For the first time since 2018, Israel allows tires into the Gaza Strip
They were banned because protesters burned them at border

For the first time since 2018, Israel allows tires into the Gaza Strip

PA transportation minister says 5,000 tires entered coastal enclave on Wednesday; human rights groups say embargo had created safety hazard for motorists

Adam Rasgon is the Palestinian affairs reporter at The Times of Israel

In this October 30, 2018 photo, a man removes damaged tires at a workshop in Gaza City. (AP Photo/Adel Hana)
In this October 30, 2018 photo, a man removes damaged tires at a workshop in Gaza City. (AP Photo/Adel Hana)

For the first time since late March 2018, Israel allowed tires to enter the Gaza Strip on Wednesday, the Palestinian Authority said.

Israel banned tires from going into the Strip shortly after protests in the border area between the Jewish state and the coastal enclave began on March 30, 2018.

A shipment of 5,000 tires entered Gaza on Wednesday, PA Transportation Minister Asem Salem said, according to the official PA news site Wafa.

Israeli authorities have said Israel had placed an embargo on the entry of tires into Gaza in response to Palestinians setting them on fire at protests in the border region, which they said aimed to impair the vision of Israeli soldiers and other security personnel.

In late December, the Palestinian committee responsible for organizing the protests announced that demonstrations would take place less frequently in 2020.

On December 29, the Gaza-based Palestinian news site Sawa, citing unnamed “well-placed” sources, reported Israel would allow tires into Gaza starting on December 30, but they ultimately did not on that date.

Musa Rahal, spokesman for the PA transportation ministry, said on Wednesday that another shipment of 500 tires would enter Gaza next week. He also noted that the tires that went into the Strip on Wednesday as well as those slated to be delivered next week have been sitting in storage at an Israeli port since April 2018.

“From now on, we expect the situation to return to normal, in which traders can regularly import tires,” he told The Times of Israel.

Palestinian men sit in a trailer loaded with tires to be used in protests in Rafah, in the southern Gaza Strip, on April 5, 2018. (AFP/Said Khatib)

A spokeswoman for Gisha, an Israeli human rights group that tracks the movement of goods and people into and out of Gaza, said the ban had created a safety hazard for motorists in the territory.

“Israel’s restrictions on the entry of tires forced persons to purchase tires of a lower quality,” Miriam Marmur said, stating that the ban also caused their price to rise significantly.

Since September 2018, Egypt has allowed for tires to enter Gaza through the border it shares with the coastal enclave. But the amount of tires imported from Egypt to Gaza has not met demand in the territory, Marmur said.

The cost of tires from Egypt has stood at a price in Gaza five times greater than in Egyptian territory, according to Marmur.

Israel maintains many restrictions on the movement of people and goods into and out of Gaza.
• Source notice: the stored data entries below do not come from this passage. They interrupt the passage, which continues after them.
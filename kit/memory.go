package kit

import (
	"bytes"
	"fmt"
	"io"
)

// Memory is a Sink that keeps each file's bytes in memory, in the order
// they were added. Its zero value is empty and ready to use.
type Memory struct {
	names []string
	files map[string][]byte
}

// Add writes the named file into memory. A name added twice is an error.
func (m *Memory) Add(name string, write func(io.Writer) error) error {
	if _, ok := m.files[name]; ok {
		return fmt.Errorf("%s added twice", name)
	}
	var b bytes.Buffer
	if err := write(&b); err != nil {
		return fmt.Errorf("%s: %w", name, err)
	}
	if m.files == nil {
		m.files = map[string][]byte{}
	}
	m.names = append(m.names, name)
	m.files[name] = b.Bytes()
	return nil
}

// Names returns the names of the files added, in order.
func (m *Memory) Names() []string { return append([]string(nil), m.names...) }

// File returns the bytes of the named file and whether it was added. The
// slice is the sink's own; callers must not change it.
func (m *Memory) File(name string) ([]byte, bool) {
	b, ok := m.files[name]
	return b, ok
}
Israeli officials maintain that the limitations seek to prevent terror groups there from importing weapons or the means to build them.

The Hamas terror group has controlled Gaza since 2007 when it ousted the Fatah-dominated PA from the territory.

For most of the last decade, Egypt has also imposed heavy restrictions on the movement of people and goods. More recently, however, Egyptian authorities have permitted Palestinians in Gaza to travel through the Rafah crossing and import some goods by way of its border.